Goal of the exercise: Reproduce the first line of the entries that follow and each later line, word for word, ending with the one containing "Needs Redis at".

Material provided:
* * * * *

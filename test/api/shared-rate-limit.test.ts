/**
 * With Redis, API instances share their rate-limit counters: a client spreading requests
 * over two instances gets no more than RATE_LIMIT_MAX in total, and an address no more than
 * AUTH_FAILURE_MAX failed authentications. Needs Redis at
 * REDIS_TEST_URL (fails instead of skipping under MEMSWEEP_REQUIRE_REDIS=1).
 */
import { mkdtemp, rm } from 'node:fs/promises'
import { tmpdir } from 'node:os'
import { join } from 'node:path'
import type { FastifyInstance } from 'fastify'
import type { Redis } from 'ioredis'
import { pino } from 'pino'
import { afterAll, beforeAll, describe, expect, it } from 'vitest'
import { buildApp } from '../../src/api/app.js'
import { parseTokens } from '../../src/api/tokens.js'
import { createEmbeddedQueue } from '../../src/backends/embedded/index.js'
import type { SweepQueue } from '../../src/backends/port.js'
import { closeConnection, openConnection } from '../../src/backends/redis/connections.js'
import { loadConfig } from '../../src/config.js'
import { REDIS_URL, redisAvailable, removePrefix, testPrefix } from '../integration/helpers.js'
import { expectProblem } from './helpers/problems.js'

const available = await redisAvailable()
const ALICE = 'alice-laptop-token-4f2e'

describe.runIf(available)('rate limit shared through Redis', () => {
  const prefix = testPrefix()
  let redis: Redis
  const instances: Array<{ app: FastifyInstance, queue: SweepQueue, dataDir: string }> = []

  beforeAll(async () => {
    redis = await openConnection(REDIS_URL, 'producer', 'memsweep:test-rate-limit')
    for (let i = 0; i < 2; i++) {
      const dataDir = await mkdtemp(join(tmpdir(), 'memsweep-rate-'))
      const queue = await createEmbeddedQueue({ dataDir, threads: 1 })
      const config = loadConfig({ DATA_DIR: dataDir, RATE_LIMIT_MAX: '3', RATE_LIMIT_WINDOW: '60', AUTH_FAILURE_MAX: '2', AUTH_FAILURE_WINDOW: '60', REDIS_PREFIX: prefix })
      instances.push({ app: buildApp({ config, queue, logger: pino({ level: 'silent' }), rateLimitRedis: redis, tokens: parseTokens(`alice:${ALICE}`) }), queue, dataDir })
    }
  })

  afterAll(async () => {
    for (const { app, queue, dataDir } of instances) {
      await app.close()
      await queue.close()
      await rm(dataDir, { recursive: true, force: true })
    }
    await removePrefix(prefix)
    await closeConnection(redis)
  })

  it('counts requests to both instances against one budget', async () => {
    const [a, b] = instances.map((instance) => async () => await instance.app.inject({ method: 'GET', url: '/v1/sweeps', headers: { authorization: `Bearer ${ALICE}` } }))
    for (const call of [a!, b!, a!]) expect((await call()).statusCode).toBe(200)
    expectProblem(await b!(), 429, 'MEMSWEEP_RATE_LIMITED')
    expect(await redis.keys(`${prefix}:rate:*`)).toEqual([`${prefix}:rate:owner:alice`])
  })

  it('counts failed authentications at both instances against one budget per address', async () => {
    const [a, b] = instances.map((instance) => async () => await instance.app.inject({
      method: 'GET', url: '/metrics', headers: { authorization: 'Bearer a-guessed-token-000' }, remoteAddress: '192.0.2.44'
    }))
    expectProblem(await a!(), 401, 'MEMSWEEP_UNAUTHENTICATED')
    expectProblem(await b!(), 401, 'MEMSWEEP_UNAUTHENTICATED')
    expectProblem(await a!(), 429, 'MEMSWEEP_TOO_MANY_AUTH_FAILURES')
    expect(await redis.keys(`${prefix}:auth-failures:*`)).toEqual([`${prefix}:auth-failures:192.0.2.44`])
  })
})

* * * * *

Answer to this exercise:
filename test/api/shared-rate-limit.test.ts
/**
 * With Redis, API instances share their rate-limit counters: a client spreading requests
 * over two instances gets no more than RATE_LIMIT_MAX in total, and an address no more than
 * AUTH_FAILURE_MAX failed authentications. Needs Redis at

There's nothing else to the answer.